START Given entries

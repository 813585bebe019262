// Liquid water, stable, supercooled and superheated: SR6-08 below 273.15 K, R7-97 from there on. Ranges, seams and why:
// water_formulations.hpp.
#pragma once

#include "registry/limits.hpp"
#include "registry/models/iapws_r7_region1.hpp"
#include "registry/models/iapws_r7_region3.hpp"
#include "registry/models/iapws_r7_saturation.hpp"
#include "registry/models/iapws_sr6.hpp"
#include "registry/models/water_formulations.hpp"
#include "registry/number.hpp"
#include "registry/source.hpp"

#include <algorithm>
#include <cmath>
#include <cstddef>
#include <span>
#include <string_view>

namespace entropy_ledger::registry {

struct LiquidWater {
    using Bounds = LiquidWaterBounds;

    static constexpr bool holds_heat_capacity = false; // the model itself does so where that is right

    enum class Formulation { sr6_held, sr6, region1, region3 };

    // The formulation that answers at (T, p).
    static Formulation formulation_at(double T, double p)
    {
        return formulation_in(interval_of(T, temperature_bounds), interval_of(p, pressure_bounds));
    }

    static constexpr std::string_view name(Formulation f)
    {
        switch (f) {
        case Formulation::sr6_held: return "IAPWS SR6-08, heat capacity held below 253.15 K";
        case Formulation::sr6: return "IAPWS SR6-08";
        case Formulation::region1: return "IAPWS R7-97 region 1";
        case Formulation::region3: return "IAPWS R7-97 region 3";
        }
        return {};
    }

    std::string_view formulation(double T, double p) const { return name(formulation_at(T, p)); }

    template <class Number>
    Number entropy(const Number& T, const Number& p) const
    {
        return select(T, p, [&](Formulation f) -> Number {
            using std::log;
            switch (f) {
            case Formulation::sr6_held: {
                const Number edge(Bounds::sr6_lower);
                return iapws_sr6::entropy(edge, p) + iapws_sr6::heat_capacity(edge, p) * log(T / Bounds::sr6_lower);
            }
            case Formulation::sr6: return iapws_sr6::entropy(T, p);
            case Formulation::region3: return region3(T, p).entropy();
            case Formulation::region1: break;
            }
            return iapws_r7::region1::entropy(T, p);
        });
    }

    template <class Number>
    Number enthalpy(const Number& T, const Number& p) const
    {
        return select(T, p, [&](Formulation f) -> Number {
            switch (f) {
            case Formulation::sr6_held: {
                const Number edge(Bounds::sr6_lower);
                return iapws_sr6::enthalpy(edge, p) + iapws_sr6::heat_capacity(edge, p) * (T - Bounds::sr6_lower);
            }
            case Formulation::sr6: return iapws_sr6::enthalpy(T, p);
            case Formulation::region3: return region3(T, p).enthalpy();
            case Formulation::region1: break;
            }
            return iapws_r7::region1::enthalpy(T, p);
        });
    }

    template <class Number>
    Number heat_capacity(const Number& T, const Number& p) const
    {
        return select(T, p, [&](Formulation f) -> Number {
            switch (f) {
            case Formulation::sr6_held: return iapws_sr6::heat_capacity(Number(Bounds::sr6_lower), p);
            case Formulation::sr6: return iapws_sr6::heat_capacity(T, p);
            case Formulation::region3: return region3(T, p).heat_capacity();
            case Formulation::region1: break;
            }
            return iapws_r7::region1::heat_capacity(T, p);
        });
    }

    Limits limits(double p) const
    {
        if (!(p > 0.0 && p <= Bounds::greatest_pressure))
            return {empty_range, empty_range};
        const double saturation = stable_to(p);
        const double lowest = p < Bounds::sr6_pressure ? Bounds::sr6_held_to : Bounds::region1_trusted_to;
        const double given = p <= Bounds::sr6_stated_pressure ? Bounds::sr6_lower : Bounds::seam;
        const double superheated =
            std::min(Bounds::region1_upper,
                     std::max(Bounds::superheat_trusted_to, saturation + Bounds::superheat_margin));
        const double two_phases = p < iapws_r7::critical_pressure
                                    ? saturation + iapws_r7::region3::metastable_margin(saturation)
                                    : saturation;
        return {{given, saturation}, {lowest, std::max(superheated, two_phases)}};
    }

    const Source& source(double T, double p) const
    {
        const Formulation f = formulation_at(T, p);
        return f == Formulation::sr6 || f == Formulation::sr6_held ? sources::iapws_sr6 : sources::iapws_r7;
    }

    std::span<const Source* const> sources() const { return answering; }

private:
    static constexpr const Source* answering[] = {&sources::iapws_r7, &sources::iapws_sr6};

    // Upper end of the stable liquid, K. Below the triple point's pressure no liquid is stable; its end there is put
    // at the triple point. Above the critical pressure it is the end of region 3.
    static double stable_to(double p)
    {
        if (p <= iapws_r7::triple_point_pressure)
            return iapws_r7::triple_point_temperature;
        if (p < iapws_r7::critical_pressure)
            return iapws_r7::saturation_temperature(p);
        return iapws_r7::boundary_23_temperature(p);
    }

    template <class Number>
    static iapws_r7::region3::State<Number> region3(const Number& T, const Number& p)
    {
        return iapws_r7::region3::state_at(T, p, iapws_r7::region3::Side::liquid);
    }

    // A bound belongs to the interval above it, but region 1 keeps its own upper end.
    static constexpr double temperature_bounds[] = {Bounds::sr6_lower, Bounds::seam, Bounds::region1_upper + 1e-9};
    static constexpr double pressure_bounds[] = {Bounds::sr6_pressure};

    static constexpr Formulation formulation_in(std::size_t temperature, std::size_t pressure)
    {
        if (temperature == 3)
            return Formulation::region3;
        if (temperature == 2 || pressure == 1)
            return Formulation::region1;
        return temperature == 1 ? Formulation::sr6 : Formulation::sr6_held;
    }

    template <class Number, class Branch>
    static Number select(const Number& T, const Number& p, Branch&& branch)
    {
        return choose(T, temperature_bounds, [&](std::size_t temperature) -> Number {
            if (temperature >= 2)
                return branch(formulation_in(temperature, 0));
            return choose(p, pressure_bounds, [&](std::size_t pressure) -> Number {
                return branch(formulation_in(temperature, pressure));
            });
        });
    }
};

} // namespace entropy_ledger::registry
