// NASA nine-coefficient polynomials in several temperature intervals, at the standard pressure of 1 bar.
//
// Source: B. J. McBride, M. J. Zehe, S. Gordon, NASA/TP-2002-211556 (2002), equations (1) to (3):
//   Cp/R  = a1/T^2 + a2/T + a3 + a4 T + a5 T^2 + a6 T^3 + a7 T^4
//   H/RT  = -a1/T^2 + a2 ln(T)/T + a3 + a4 T/2 + a5 T^2/3 + a6 T^3/4 + a7 T^4/5 + b1/T
//   S/R   = -a1/(2 T^2) - a2/T + a3 ln(T) + a4 T + a5 T^2/2 + a6 T^3/3 + a7 T^4/4 + b2
// with R = 8.314510 J/(mol K), the value with which the set was made.
//
// A gas is ideal: its entropy falls by (R/M) ln(p / 1 bar), its enthalpy does not depend on pressure.
// A condensed phase is taken as incompressible and its volume neglected: no dependence on pressure.
#pragma once

#include "registry/limits.hpp"
#include "registry/number.hpp"
#include "registry/source.hpp"

#include <cmath>
#include <span>
#include <cstddef>

namespace entropy_ledger::registry {

inline constexpr double nasa_gas_constant = 8.314510;      // J/(mol K), see above
inline constexpr double nasa_standard_pressure = 100000.0; // Pa, see above

// One temperature interval of a record.
struct NasaInterval {
    double lower;  // K
    double upper;  // K
    double a[7];   // a1 to a7
    double b1;     // integration constant of the enthalpy, K
    double b2;     // integration constant of the entropy, dimensionless
};

// A phase by such polynomials. Its pointers go to static data or to data that outlive the phase.
struct NasaPolynomial {
    const NasaInterval* intervals;  // ascending, each beginning where the one before ends
    const double* bounds;           // the temperatures at which one gives way to the next: count - 1 of them
    std::size_t count;              // intervals, at least 1
    double specific_gas_constant;   // J/(kg K), R over the molar mass; 1 where the coefficients are in J/(kg K) themselves
    bool gas;                       // ideal gas, else condensed
    Range trust;                    // K
    Source const* origin;

    static constexpr bool holds_heat_capacity = true;

    template <class Number>
    Number entropy(const Number& T, const Number& p) const
    {
        using std::log;
        const Number at_standard_pressure = in_interval(T, [&](const NasaInterval& i) -> Number {
            const auto& a = i.a;
            const Number inverse = 1.0 / T;
            return a[2] * log(T) + i.b2 - inverse * (a[1] + 0.5 * a[0] * inverse)
                 + T * (a[3] + T * (a[4] / 2.0 + T * (a[5] / 3.0 + T * (a[6] / 4.0))));
        });
        if (!gas)
            return specific_gas_constant * at_standard_pressure;
        return specific_gas_constant * (at_standard_pressure - log(p / nasa_standard_pressure));
    }

    template <class Number>
    Number enthalpy(const Number& T, const Number&) const
    {
        using std::log;
        return specific_gas_constant * in_interval(T, [&](const NasaInterval& i) -> Number {
            const auto& a = i.a;
            return i.b1 - a[0] / T + a[1] * log(T)
                 + T * (a[2] + T * (a[3] / 2.0 + T * (a[4] / 3.0 + T * (a[5] / 4.0 + T * (a[6] / 5.0)))));
        });
    }

    template <class Number>
    Number heat_capacity(const Number& T, const Number&) const
    {
        return specific_gas_constant * in_interval(T, [&](const NasaInterval& i) -> Number {
            const auto& a = i.a;
            const Number inverse = 1.0 / T;
            return inverse * (a[1] + a[0] * inverse)
                 + (a[2] + T * (a[3] + T * (a[4] + T * (a[5] + T * a[6]))));
        });
    }

    Limits limits(double p) const
    {
        if (!(p > 0.0))
            return {empty_range, empty_range};
        return {{intervals[0].lower, intervals[count - 1].upper}, trust};
    }

    const Source& source(double, double) const { return *origin; }
    std::span<const Source* const> sources() const { return {&origin, 1}; }

private:
    template <class Number, class Term>
    Number in_interval(const Number& T, Term&& term) const
    {
        return choose(T, std::span<const double>(bounds, count - 1),
                      [&](std::size_t index) -> Number { return term(intervals[index]); });
    }
};

} // namespace entropy_ledger::registry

END Given entries

■ **To do**
Apply a filter for "which" to the entries and show each line that passes.

■ **Output for this exercise**
// with R = 8.314510 J/(mol K), the value with which the set was made.
    const double* bounds;           // the temperatures at which one gives way to the next: count - 1 of them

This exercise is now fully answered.